> **TASK PROMPT**:
Search term "NewRemark": please copy every line of the records below that contains it.

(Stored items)
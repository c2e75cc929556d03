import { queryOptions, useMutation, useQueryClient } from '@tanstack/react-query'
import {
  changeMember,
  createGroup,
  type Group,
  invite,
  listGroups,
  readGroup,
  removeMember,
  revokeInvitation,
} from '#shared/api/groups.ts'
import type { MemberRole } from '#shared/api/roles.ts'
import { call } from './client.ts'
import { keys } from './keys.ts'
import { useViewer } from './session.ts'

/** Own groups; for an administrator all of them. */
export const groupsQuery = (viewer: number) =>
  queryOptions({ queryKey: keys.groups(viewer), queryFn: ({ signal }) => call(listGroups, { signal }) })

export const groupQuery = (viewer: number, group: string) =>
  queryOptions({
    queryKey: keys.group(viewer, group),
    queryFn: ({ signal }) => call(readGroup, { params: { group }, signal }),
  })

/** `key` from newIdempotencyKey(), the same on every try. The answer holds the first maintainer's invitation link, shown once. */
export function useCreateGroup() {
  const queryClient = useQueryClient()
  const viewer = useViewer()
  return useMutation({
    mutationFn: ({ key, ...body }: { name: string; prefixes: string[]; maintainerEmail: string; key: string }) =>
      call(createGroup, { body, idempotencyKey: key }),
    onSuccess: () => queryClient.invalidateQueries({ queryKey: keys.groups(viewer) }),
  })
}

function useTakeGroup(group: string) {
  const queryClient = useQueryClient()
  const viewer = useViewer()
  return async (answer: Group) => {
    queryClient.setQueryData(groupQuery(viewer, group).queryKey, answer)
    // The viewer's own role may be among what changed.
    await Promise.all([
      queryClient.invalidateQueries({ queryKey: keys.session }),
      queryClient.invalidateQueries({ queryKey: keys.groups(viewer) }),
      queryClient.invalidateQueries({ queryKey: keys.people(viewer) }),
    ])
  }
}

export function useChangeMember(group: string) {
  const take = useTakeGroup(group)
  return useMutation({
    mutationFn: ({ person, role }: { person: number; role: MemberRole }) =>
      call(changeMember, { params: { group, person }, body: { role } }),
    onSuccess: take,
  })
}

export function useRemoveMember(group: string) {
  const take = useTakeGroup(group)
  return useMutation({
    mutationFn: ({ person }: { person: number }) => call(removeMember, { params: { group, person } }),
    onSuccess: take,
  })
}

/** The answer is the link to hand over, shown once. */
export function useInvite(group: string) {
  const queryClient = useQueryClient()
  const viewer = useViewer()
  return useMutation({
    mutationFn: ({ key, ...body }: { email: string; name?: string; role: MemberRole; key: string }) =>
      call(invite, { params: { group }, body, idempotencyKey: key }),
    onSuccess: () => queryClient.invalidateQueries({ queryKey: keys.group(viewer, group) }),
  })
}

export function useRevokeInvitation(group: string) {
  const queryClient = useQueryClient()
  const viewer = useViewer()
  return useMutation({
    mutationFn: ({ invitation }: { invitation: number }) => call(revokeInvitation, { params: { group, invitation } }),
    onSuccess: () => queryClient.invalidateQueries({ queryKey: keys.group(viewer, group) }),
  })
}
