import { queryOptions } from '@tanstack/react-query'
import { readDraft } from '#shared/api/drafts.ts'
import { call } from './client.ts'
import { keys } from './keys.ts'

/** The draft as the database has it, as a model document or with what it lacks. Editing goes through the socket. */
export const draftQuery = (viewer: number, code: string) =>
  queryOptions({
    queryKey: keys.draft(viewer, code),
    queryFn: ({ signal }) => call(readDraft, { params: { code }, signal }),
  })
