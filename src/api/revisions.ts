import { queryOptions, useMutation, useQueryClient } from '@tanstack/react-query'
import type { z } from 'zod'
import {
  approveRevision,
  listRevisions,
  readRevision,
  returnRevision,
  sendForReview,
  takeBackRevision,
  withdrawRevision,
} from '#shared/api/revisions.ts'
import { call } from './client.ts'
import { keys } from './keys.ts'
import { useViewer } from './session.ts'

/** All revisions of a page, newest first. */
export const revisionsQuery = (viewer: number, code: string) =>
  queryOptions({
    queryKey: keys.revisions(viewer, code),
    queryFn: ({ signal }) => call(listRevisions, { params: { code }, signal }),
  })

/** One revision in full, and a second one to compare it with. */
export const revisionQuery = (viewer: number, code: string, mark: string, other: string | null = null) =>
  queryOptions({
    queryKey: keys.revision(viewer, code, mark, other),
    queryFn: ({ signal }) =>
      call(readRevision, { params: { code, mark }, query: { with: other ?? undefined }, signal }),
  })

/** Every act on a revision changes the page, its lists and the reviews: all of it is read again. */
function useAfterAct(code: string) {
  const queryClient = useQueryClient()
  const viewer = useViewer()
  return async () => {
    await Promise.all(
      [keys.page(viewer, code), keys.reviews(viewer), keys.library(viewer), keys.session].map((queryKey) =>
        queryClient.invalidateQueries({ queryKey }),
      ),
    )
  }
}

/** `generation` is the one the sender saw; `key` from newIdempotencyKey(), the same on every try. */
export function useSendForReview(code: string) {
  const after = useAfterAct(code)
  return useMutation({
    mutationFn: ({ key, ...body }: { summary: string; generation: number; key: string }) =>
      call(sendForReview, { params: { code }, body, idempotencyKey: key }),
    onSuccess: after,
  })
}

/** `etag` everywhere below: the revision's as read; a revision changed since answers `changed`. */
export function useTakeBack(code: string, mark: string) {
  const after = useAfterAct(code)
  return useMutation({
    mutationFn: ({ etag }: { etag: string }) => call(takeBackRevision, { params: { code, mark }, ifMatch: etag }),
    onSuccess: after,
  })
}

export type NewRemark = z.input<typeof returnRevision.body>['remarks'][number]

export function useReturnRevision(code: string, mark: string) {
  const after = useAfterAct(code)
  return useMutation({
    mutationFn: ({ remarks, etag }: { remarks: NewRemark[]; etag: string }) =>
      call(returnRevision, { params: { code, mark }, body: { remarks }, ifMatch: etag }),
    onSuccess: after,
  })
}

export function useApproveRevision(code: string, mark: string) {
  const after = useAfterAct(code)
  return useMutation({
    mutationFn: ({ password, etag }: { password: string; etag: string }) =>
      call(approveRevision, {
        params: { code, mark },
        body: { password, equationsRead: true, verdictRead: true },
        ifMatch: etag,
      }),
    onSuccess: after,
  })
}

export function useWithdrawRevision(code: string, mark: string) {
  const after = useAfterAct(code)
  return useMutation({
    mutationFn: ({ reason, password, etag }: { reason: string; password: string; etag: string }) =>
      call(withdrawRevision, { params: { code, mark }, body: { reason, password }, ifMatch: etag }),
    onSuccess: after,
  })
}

> **RESULT**:
export type NewRemark = z.input<typeof returnRevision.body>['remarks'][number]
    mutationFn: ({ remarks, etag }: { remarks: NewRemark[]; etag: string }) =>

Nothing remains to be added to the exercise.